Lapidary Arts Gallery and Exhibit

Hand Carved Agate artwork at the Rice Northwest Rock and Mineral Museum.See cut and polished works of art, sparkling gemstones and ornate, one-of-a-kind carvings. What’s your birthstone? The Lapidary Arts Gallery is the section of the museum with the most sparkles. Here you will find treasured jewels from all around the world, including rubies, sapphires, diamonds, and emeralds.

Take a moment to find your birthstone or catch a glimpse of our skillfully carved Oregon opal, etched with an image of Mt. Hood.

Agate Gallery and Exhibit

Enjoy unique agates from classic localities in Brazil, Mexico, Argentina, and specimens from other worldwide locations. Learn how to spot the difference between a naturally colored and synthetically colored (dyed) agate. Learn everything you’d ever want to know about those semi-transparent stones you’ve been collecting from random beach and/or roadside locations all your life.

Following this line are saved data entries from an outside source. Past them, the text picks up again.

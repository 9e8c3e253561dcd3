import { spawnSync } from 'node:child_process';
import { existsSync, mkdirSync, readFileSync, rmSync } from 'node:fs';
import path from 'node:path';
import { ensureBuild } from './setup/build.mjs';
import { dataFolder, root } from './setup/folders.mjs';
import { ensureChromium, ensurePackages, ensurePostgres, requireNode } from './setup/installed.mjs';
import { runMain, say, SetupProblem } from './setup/say.mjs';

const known = ['check', 'reference', 'unit', 'integration', 'faults', 'e2e'];
const reports = path.join(dataFolder, 'reports');

/** Runs one kind and gives back how many tests passed and failed; a kind that ran nothing has failed. */
function runKind(kind) {
  const file = path.join(reports, `${kind}.json`);
  rmSync(file, { force: true });
  const [command, args, env] = commandOf(kind, file);
  say(`\n— ${kind} —`);
  const { status } = spawnSync(command, args, {
    cwd: root,
    stdio: 'inherit',
    env: { ...process.env, ...env },
  });
  const counts = existsSync(file)
    ? countsOf(kind, JSON.parse(readFileSync(file, 'utf8')))
    : { passed: 0, failed: 0 };
  const silent = counts.passed + counts.failed === 0 || (status !== 0 && counts.failed === 0);
  return silent ? { passed: counts.passed, failed: counts.failed + 1 } : counts;
}

function commandOf(kind, file) {
  if (kind === 'check') return [process.execPath, ['scripts/check.mjs', file], {}];
  if (kind === 'e2e')
    return ['node_modules/.bin/playwright', ['test'], { PLAYWRIGHT_JSON_OUTPUT_FILE: file }];
  const reporters = ['--reporter=default', '--reporter=json', `--outputFile.json=${file}`];
  if (kind === 'reference') reporters.push('--reporter=./tests/reference/summary-reporter.ts');
  return ['node_modules/.bin/vitest', ['run', '--project', kind, ...reporters], {}];
}

function countsOf(kind, report) {
  if (kind === 'check') return report;
  if (kind === 'e2e')
    return { passed: report.stats.expected + report.stats.flaky, failed: report.stats.unexpected };
  return { passed: report.numPassedTests, failed: report.numFailedTests };
}

await runMain(async () => {
  const asked = process.argv.slice(2);
  const unknown = asked.filter((kind) => !known.includes(kind));
  if (unknown.length > 0)
    throw new SetupProblem(`No such kind of test: ${unknown.join(', ')}. There are: ${known.join(', ')}.`);
  const kinds = asked.length > 0 ? asked : known;

  requireNode();
  ensurePackages();
  mkdirSync(reports, { recursive: true });
  if (kinds.some((kind) => ['integration', 'faults', 'e2e'].includes(kind))) ensurePostgres();
  if (kinds.includes('e2e')) ensureChromium();

  const total = { passed: 0, failed: 0 };
  try {
    for (const kind of kinds) {
      if (kind === 'e2e') ensureBuild();
      const counts = runKind(kind);
      total.passed += counts.passed;
      total.failed += counts.failed;
      say(`${kind}: ${counts.passed} passed, ${counts.failed} failed`);
    }
  } finally {
    if (existsSync(path.join(dataFolder, 'test-postgres'))) {
      const { startTestCluster } = await import('./setup/test-cluster.mjs');
      (await startTestCluster()).stop('immediate');
    }
  }
  say(`\n${total.passed} passed, ${total.failed} failed`);
  process.exitCode = total.failed > 0 ? 1 : 0;
});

Fred Van Sant Faceting Display and Exhibit

Fred Van Sant was a man of many talents and surprises. Not only was he one of the world’s finest and most creative gem faceters, he was a poet, a musician, and an original, deep thinker on many subjects, especially regarding his philosophy on how man thought, and man’s purpose in the world. Visit the Museum to see a beautiful display of dozens of Fred’s faceted stones, as well as his original faceting machine.

Mineralogy Gallery and Exhibit

“If it isn’t dug, it’s grown.” Enjoy education in the form of crystal growth and shapes, the hardness scale; learn how and why we reproduce minerals. See how minerals affect our daily lives with unimaginable uses, such as our homes, roads, food, transportation, electronics, toys, medicines, even our toothpaste.